(Stored data)
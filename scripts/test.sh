#!/usr/bin/env bash
# The test command: installs what the tests need when it is missing, then runs
# formatting, lints, the Rust tests and the numeric cross-checks against Cantera and thermo.
set -euo pipefail
cd "$(dirname "$0")/.."

step() { printf '\n==> %s\n' "$*"; }

# Debian packages the integration tests need (the MQTT broker, a browser).
need_apt=()
command -v mosquitto >/dev/null 2>&1 || [ -x /usr/sbin/mosquitto ] || need_apt+=(mosquitto)
# A real headless browser for the live page's test (tests/page).
[ -x /usr/bin/chromium ] || [ -x /usr/bin/chromium-browser ] || need_apt+=(chromium)
if [ ${#need_apt[@]} -gt 0 ]; then
  step "installing ${need_apt[*]} (apt-get)"
  if [ "$(id -u)" = 0 ]; then SUDO=""; else SUDO="sudo"; fi
  $SUDO apt-get update -qq
  DEBIAN_FRONTEND=noninteractive $SUDO apt-get install -y -qq --no-install-recommends "${need_apt[@]}" >/dev/null
fi

# systemd-analyze for the unit check (scripts/check-deploy.sh); optional: without it the
# unit is not verified, and a failed install does not stop the tests.
if ! command -v systemd-analyze >/dev/null 2>&1; then
  step "installing systemd (apt-get) for systemd-analyze"
  if [ "$(id -u)" = 0 ]; then SUDO=""; else SUDO="sudo"; fi
  { $SUDO apt-get update -qq && DEBIAN_FRONTEND=noninteractive $SUDO apt-get install -y -qq --no-install-recommends systemd >/dev/null; } \
    || echo "systemd could not be installed; the unit will not be verified"
fi

# Python reference libraries, pinned, in a venv inside the repo (ignored by git).
if ! .venv/bin/python -c 'import cantera, thermo' >/dev/null 2>&1; then
  step "creating .venv with the pinned reference libraries"
  python3 -m venv .venv
  .venv/bin/pip install -q --disable-pip-version-check -r scripts/requirements.txt
fi

step "cargo fmt --check"
cargo fmt --all -- --check

# Build output goes where cargo puts it: CARGO_TARGET_DIR when set, else ./target.
target=${CARGO_TARGET_DIR:-target}

step "cargo clippy --workspace --all-targets -- -D warnings"
cargo clippy --workspace --all-targets -- -D warnings

step "the numeric core (crates/core) builds alone, without a runtime"
cargo build -p eqwatch-core
if cargo tree -p eqwatch-core -e normal --prefix none | grep -qE '^(tokio|rumqttc|tracing|serde_json) '; then
  echo "crates/core pulls in tokio, rumqttc, tracing or serde_json; it must not" >&2
  exit 1
fi

step "feature sets build: calculator, check and replay without the daemon; the daemon without the demo broker"
cargo build --lib --no-default-features
cargo build --no-default-features --features cli --bin eqwatch
if cargo tree -p eqwatch --no-default-features --features cli -e normal --prefix none | grep -qE '^(tokio|rumqttc|rumqttd) '; then
  echo "the cli feature set (calc, check, replay) pulls in tokio or an MQTT crate; it must not" >&2
  exit 1
fi
"$target/debug/eqwatch" replay --help >/dev/null
"$target/debug/eqwatch" check --config config/demo-plant.toml >/dev/null
cargo build --no-default-features --features daemon --bin eqwatch

step "cargo test --workspace"
EQWATCH_REQUIRE_BROWSER=1 cargo test --workspace --all-targets

step "release build for the cross-checks"
cargo build --release --bin eqwatch
bin=$target/release/eqwatch

step "cross-check against Cantera"
.venv/bin/python scripts/crosscheck_cantera.py --bin "$bin"

step "cross-check of the element balances against Cantera's equilibrium compositions"
.venv/bin/python scripts/crosscheck_balance.py --bin "$bin"

step "cross-check against thermo (Peng-Robinson)"
.venv/bin/python scripts/crosscheck_thermo.py --bin "$bin"

step "deploy/: the systemd unit and the Containerfile"
scripts/check-deploy.sh "$target/debug/eqwatch"

step "species data are what the generator makes from the reference files"
.venv/bin/python tools/gen_species.py --check

echo
echo "all tests passed"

[Task goal]: Which lines of the records above contain the word "replay"? Report each one.

[Your solution]:
step "feature sets build: calculator, check and replay without the daemon; the daemon without the demo broker"
  echo "the cli feature set (calc, check, replay) pulls in tokio or an MQTT crate; it must not" >&2
"$target/debug/eqwatch" replay --help >/dev/null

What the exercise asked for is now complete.